Somehow, some way, Carter Stevens’ Punk Rock is on Tubi, pornography without pornography, yet still appearing with sleaze and heart and story intact. Also known as Teenage Runaways, Stevens saw the success of Saturday Night Fever, knew punk was hot and went out and shot new scenes that replaced the penetration to get an R-rated version — the one I watched — in theaters.

With a soundtrack by Elda & The Stillettos, The Fast, The Spicy Bits and The Squirrels, this proves a lie to the VCA 90s era of porn that seemed hopelessly years behind the times. At this point, adult wasn’t reflecting the world, it was somehow a few moments ahead of the rest of the country.

Jimmy Dillinger (Wade Nichols) just saved a girl named Jenny (Susaye London) from a cult that turns their girls into prostitutes. He gets set up for a murder he didn’t commit, the crooks come back and get his girl. The cops — like inspector Joe Giovanni, played by a pre-jungle bound Robert Kerman — aren’t on his side either. But hey — he’s going to come out on top. And probably come on top, too.

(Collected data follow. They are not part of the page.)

package store

import (
	"bytes"
	"context"
	"errors"
	"fmt"
	"iter"
	"strings"
	"testing"
	"time"

	"github.com/google/go-cmp/cmp"
	"pgregory.net/rapid"

	"ringbook/snubber"
)

func readAll(trials iter.Seq2[snubber.Trial, error]) (all []snubber.Trial, err error) {
	for t, err := range trials {
		if err != nil {
			return all, err
		}
		all = append(all, t)
	}
	return all, nil
}

func each(all []snubber.Trial) iter.Seq2[snubber.Trial, error] {
	return func(yield func(snubber.Trial, error) bool) {
		for _, t := range all {
			if !yield(t, nil) {
				return
			}
		}
	}
}

func TestReadCSV(t *testing.T) {
	const file = "\ufeffnote, network,c,c_tol,r,revision,board,ring_hz_u,ring_hz,decay_s,at,bus_v,probe_c,peak_v\r\n" +
		"\"two\nlines, \"\"quoted\"\"\",rc,2n2,5%,4R7,B,Kestrel,2k,1.8 MHz,900n,2026-03-01T10:30:00.5+01:00,48V,9.5p,\r\n" +
		"\r\n" +
		",bare,,,,B,Kestrel,,1.9e6,,,,,71.25\r\n" +
		",,,,,,,,,,,,,\r\n"
	got, err := readAll(ReadCSV(strings.NewReader(file)))
	if err != nil {
		t.Fatal(err)
	}
	want := []snubber.Trial{{
		Board: "Kestrel", Revision: "B", At: time.Date(2026, 3, 1, 9, 30, 0, 5e8, time.UTC), Note: "two\nlines, \"quoted\"",
		Network: snubber.Network{Kind: snubber.RC, C: 2.2e-9, CTol: 0.05, R: 4.7},
		Point:   snubber.OperatingPoint{BusV: 48}, ProbeC: 9.5e-12,
		Readings: []snubber.Reading{{Quantity: snubber.RingHz, Value: 1.8e6, U: 2e3}, {Quantity: snubber.DecayS, Value: 900e-9}},
	}, {
		Board: "Kestrel", Revision: "B", Network: snubber.Network{Kind: snubber.Bare},
		Readings: []snubber.Reading{{Quantity: snubber.RingHz, Value: 1.9e6}, {Quantity: snubber.PeakV, Value: 71.25}},
	}}
	if diff := cmp.Diff(want, got); diff != "" {
		t.Error("(-want +got):\n" + diff)
	}
}

// named is a reader with a file's name.
type named struct {
	*strings.Reader
	name string
}

func (n named) Name() string { return n.name }

func TestReadCSVSaysWhatIsWrong(t *testing.T) {
	const head = "board,revision,network,c,c_tol,r,ring_hz,ring_hz_u,peak_v,at,note\n"
	for _, c := range []struct {
		name, file string
		says       []string
	}{
		{"nothing", "", []string{"trials.csv is empty", "board, revision, network"}},
		{"unknown column", "board,revision,network,ring_mhz,mood\nA,1,bare,2,3\n", []string{`line 1: column 4 "ring_mhz"`, "did you mean ring_hz?", `column 5 "mood"`}},
		{"missing columns", "board,c\n", []string{"column revision is missing", "column network is missing"}},
		{"column twice", "board,revision,network,c,c\n", []string{`column 5 "c" is there twice (column 4 too)`}},
		{"semicolons", "board;revision;network\nA;1;bare\n", []string{"semicolons", "commas"}},
		{"tabs", "board\trevision\tnetwork\n", []string{"tabs"}},
		{"UTF-16", "\xff\xfeb\x00o\x00", []string{"UTF-16", "UTF-8"}},
		{"a bad number", head + "A,1,bare,,,,,,,,\nA,1,c,1n,,,1M,,,,\nA,1,bare,,,,1.8 furlongs,,,,\n", []string{`trials.csv line 4, column 7 (ring_hz): `, `"1.8 furlongs"`, "MHz"}},
		{"two bad cells in a row", head + "A,1,bare,,,,fast,,high,,\n", []string{`line 2, column 7 (ring_hz)`, `"fast"`, `line 2, column 9 (peak_v)`, `"high"`}},
		{"a line after a text of several lines", head + "A,1,bare,,,,,,,,\"x\ny\"\nA,1,rx,,,,,,,,\n", []string{`line 4, column 3 (network): network "rx"`}},
		{"uncertainty of nothing", head + "A,1,bare,,,,,2k,,,\n", []string{`line 2, column 8 (ring_hz_u): "2k": ring_hz is empty`}},
		{"no board", head + ",1,bare,,,,,,,,\n", []string{`line 2, column 1 (board): "": it is empty`}},
		{"no network", head + "A,1,,,,,,,,,\n", []string{`line 2, column 3 (network): network ""`}},
		{"rc without r", head + "A,1,rc,1n,,,,,,,\n", []string{`line 2, column 3 (network)`, "needs a positive resistance"}},
		{"bare with c", head + "A,1,bare,1n,,,,,,,\n", []string{"it has no capacitor"}},
		{"a tolerance beyond 1", head + "A,1,c,1n,120%,,,,,,\n", []string{"c_tol"}},
		{"ring of zero", head + "A,1,bare,,,,0,,,,\n", []string{`(ring_hz): "0": `, "above zero"}},
		{"infinite", head + "A,1,bare,,,,Inf,,,,\n", []string{`(ring_hz)`, `"Inf"`}},
		{"not a number", head + "A,1,bare,,,,,,NaN,,\n", []string{`(peak_v)`, `"NaN"`}},
		{"a spreadsheet's time", head + "A,1,bare,,,,,,,1/3/2026 10:00,\n", []string{`column 10 (at): "1/3/2026 10:00"`, "RFC 3339"}},
		{"cells missing", head + "A,1,bare\n", []string{"line 2: 3 cells where the header row has 11"}},
		{"cells too many", head + "A,1,bare,,,,,,,,,,\n", []string{"line 2: 13 cells where the header row has 11"}},
		{"stray quotation mark", head + "A,1,bare,,,,,,,,5\" cable\n", []string{"line 2, character", "twice"}},
		{"NUL", head + "A\x00,1,bare,,,,,,,,\n", []string{`(board): "A\x00" has a control character (U+0000)`}},
		{"terminal escape", head + "A,1,bare,,,,,,,,\x1b[2J\n", []string{"(note)", "U+001B"}},
		{"not UTF-8", head + "A\xe9,1,bare,,,,,,,,\n", []string{"(board)", "UTF-8"}},
		{"a long name", head + strings.Repeat("A", 300) + ",1,bare,,,,,,,,\n", []string{"300 bytes"}},
		{"a mark left open", head + "A,1,bare,,,,,,,,\"" + strings.Repeat("x\n", maxRow), []string{"more than 4194304 bytes", "quotation mark"}},
	} {
		t.Run(c.name, func(t *testing.T) {
			_, err := readAll(ReadCSV(named{strings.NewReader(c.file), "some/folder/trials.csv"}))
			if err == nil {
				t.Fatal("no error")
			}
			for _, want := range append(c.says, "trials.csv ") {
				if !strings.Contains(err.Error(), want) {
					t.Errorf("error %q lacks %q", err, want)
				}
			}
			if strings.Contains(err.Error(), "folder") || len(err.Error()) > 3000 {
				t.Errorf("error %q", err)
			}
		})
	}
}

func TestBadRowsLogNothing(t *testing.T) {
	lb := openTemp(t)
	var file strings.Builder
	file.WriteString("board,revision,network,peak_v\n")
	for i := range 100 {
		v := fmt.Sprint(i)
		if i >= 50 && i < 75 {
			v = "high" + v
		}
		fmt.Fprintf(&file, "A,1,bare,%s\n", v)
	}
	n, err := lb.AddAll(t.Context(), ReadCSV(strings.NewReader(file.String())), nil)
	var bad *BadRows
	if n != 0 || !errors.As(err, &bad) || bad.Rows != 25 || len(bad.Cells) != 20 {
		t.Fatalf("%d, %v", n, err)
	}
	if s := err.Error(); !strings.Contains(s, "line 52, column 4") || !strings.HasSuffix(s, "and 5 more rows") {
		t.Errorf("error %q", s)
	}
	if n := len(collect(t, lb, Scope{})); n != 0 {
		t.Errorf("%d trials logged", n)
	}
	if boards, err := lb.Boards(t.Context()); err != nil || len(boards) != 0 {
		t.Errorf("boards %v, %v", boards, err)
	}
	// The writer must have forgotten the board that was rolled back with them.
	mustAdd(t, lb, snubber.Trial{Board: "A", Revision: "1", Network: snubber.Network{Kind: snubber.Bare}})
}

// drawTrial is any trial that CSV can carry.
func drawTrial(rt *rapid.T) snubber.Trial {
	name := rapid.StringMatching(`[A-Za-z0-9ßé=+@;,"'<&-]([A-Za-z0-9 ß,"=-]{0,8}[A-Z"])?`)
	words := rapid.StringOf(rapid.RuneFrom([]rune("ab, \"\n\t;=ßµ'#\\.")))
	positive := rapid.Float64Range(1e-300, 1e300)
	maybe := func(g *rapid.Generator[float64]) float64 {
		return rapid.OneOf(rapid.Just(0.0), g).Draw(rt, "v")
	}
	t := snubber.Trial{
		Board: name.Draw(rt, "board"), Revision: name.Draw(rt, "revision"), Session: rapid.OneOf(rapid.Just(""), name).Draw(rt, "session"),
		Part: words.Draw(rt, "part"), Note: words.Draw(rt, "note"), ProbeC: maybe(positive),
		Point: snubber.OperatingPoint{BusV: maybe(rapid.Float64Range(-1e9, 1e9)), CurrentA: maybe(rapid.Float64Range(-1e9, 1e9)), SwitchingHz: maybe(positive)},
	}
	if s := words.Draw(rt, "struck"); strings.TrimSpace(s) != "" {
		t.Struck = s
	}
	if rapid.Bool().Draw(rt, "dated") {
		t.At = time.Unix(rapid.Int64Range(-2e9, 2e11).Draw(rt, "s"), rapid.Int64Range(0, 999999999).Draw(rt, "ns")).UTC()
	}
	tol := rapid.Float64Range(0, 0.999)
	n := &t.Network
	n.Kind = rapid.SampledFrom([]snubber.Kind{snubber.Bare, snubber.C, snubber.RC, snubber.RCD}).Draw(rt, "network")
	if n.Kind.HasC() {
		n.C, n.CTol, n.ESR, n.MeasuredC = positive.Draw(rt, "c"), tol.Draw(rt, "c_tol"), maybe(positive), maybe(positive)
		if n.MeasuredC > 0 {
			n.MeasuredU = maybe(positive)
		}
	}
	if n.Kind.HasR() {
		n.R, n.RTol = positive.Draw(rt, "r"), tol.Draw(rt, "r_tol")
	}
	for _, q := range []snubber.Quantity{snubber.RingHz, snubber.DecayS, snubber.PeakV, snubber.SupplyA, snubber.TempC} {
		if rapid.Bool().Draw(rt, string(q)) {
			t.Readings = append(t.Readings, snubber.Reading{Quantity: q, Value: positive.Draw(rt, "value"), U: maybe(positive)})
		}
	}
	return t
}

func TestCSVRoundTrip(t *testing.T) {
	rapid.Check(t, func(rt *rapid.T) {
		want := rapid.SliceOfN(rapid.Custom(drawTrial), 1, 4).Draw(rt, "trials")
		var file bytes.Buffer
		if n, err := WriteCSV(&file, each(want)); n != len(want) || err != nil {
			rt.Fatal(n, err)
		}
		first := file.String()
		got, err := readAll(ReadCSV(strings.NewReader(first)))
		if err != nil {
			rt.Fatalf("%v in\n%s", err, first)
		}
		if diff := cmp.Diff(want, got); diff != "" {
			rt.Fatalf("(-want +got):\n%s\n%s", diff, first)
		}
		file.Reset()
		if _, err := WriteCSV(&file, each(got)); err != nil || file.String() != first {
			rt.Fatalf("written again (%v):\n%s\nwas:\n%s", err, file.String(), first)
		}
	})
}

// TestLogbookRoundTrip puts the same trials through the file.
func TestLogbookRoundTrip(t *testing.T) {
	lb := openTemp(t)
	rapid.Check(t, func(rt *rapid.T) {
		want := drawTrial(rt)
		repeats := rapid.SliceOfN(rapid.Float64Range(-1e300, 1e300), 1, 5)
		for i := range want.Readings {
			if rapid.Bool().Draw(rt, "repeated") {
				want.Readings[i].Repeats = repeats.Draw(rt, "repeats")
				want.Readings[i].Instrument = "Larkspur Works,Scope 4,0007,1.2"
			}
		}
		if want.At.IsZero() {
			want.At = time.Date(2026, 1, 1, 0, 0, 0, 0, time.UTC)
		}
		var err error
		if want.ID, err = lb.Add(context.Background(), want); err != nil {
			rt.Fatal(err)
		}
		got, err := lb.Trial(context.Background(), want.ID)
		if err != nil {
			rt.Fatal(err)
		}
		if diff := cmp.Diff(want, got); diff != "" {
			rt.Fatal("(-want +got):\n" + diff)
		}
	})
}

func FuzzReadCSV(f *testing.F) {
	f.Add("board,revision,network,c,c_tol,r,ring_hz,ring_hz_u,at\nA,1,rc,2n2,5%,4R7,1.8 MHz,2k,2026-03-01T10:30:00+01:00\n")
	f.Add("\ufeffnote,network,revision,board\r\n\"a\nb\",bare,1,\"A \"\"x\"\"\"\r\n")
	f.Add("board;revision;network\n")
	f.Add("board,revision,network,temp_c,temp_c_u,peak_v,struck,session\nA,1,bare,-4,1,1e-320,wrong,monday\n,,,,,,,\n")
	f.Add("board,revision,network,note\nA,1,bare,\"open")
	f.Fuzz(func(t *testing.T, file string) {
		got, err := readAll(ReadCSV(strings.NewReader(file)))
		if err != nil {
			if err.Error() == "" {
				t.Fatal("an error without words")
			}
			return
		}
		var out bytes.Buffer
		if _, err := WriteCSV(&out, each(got)); err != nil {
			t.Fatal(err)
		}
		again, err := readAll(ReadCSV(&out))
		if err != nil {
			t.Fatalf("what was read from %q does not read back: %v", file, err)
		}
		if diff := cmp.Diff(got, again); diff != "" {
			t.Fatalf("(-first +second):\n%s", diff)
		}
	})
}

Beyond the joy of finding this on a Fox-owned streaming site, Punk Rock gives you plenty of footage of Max’s Kansas City, lots of great pinball machines — really, the movie is filled with them — and footage of St. Mark’s when punk really was a real thing. There’s also a great soundtrack by The Squirrels, The Fast, The Spicy Bits and Elda & The Stillettos, who actually have a major role to play in the story.

Debbie Harry was originally in the Stilettos and Stevens wanted her for the film. Stevens told Cinedelphia Film Festival’s Andy Elijah how the movie was made, “I was living at the time with Honey Stevens, a hardcore punk who dragged me to every punk event in New York. I found the bands simply by sitting in Max’s. I picked three of the most different bands I could pick. I wanted a different look from each band. The Squirrels in their platform sneakers and school jackets, and then the Spicy Bits, a hardcore rock band, and then The Fast, the most well-known of the three.”

There’s also an awesome marquee for Coma and man, that made me happy.

Yes. You can really watch this on Tubi.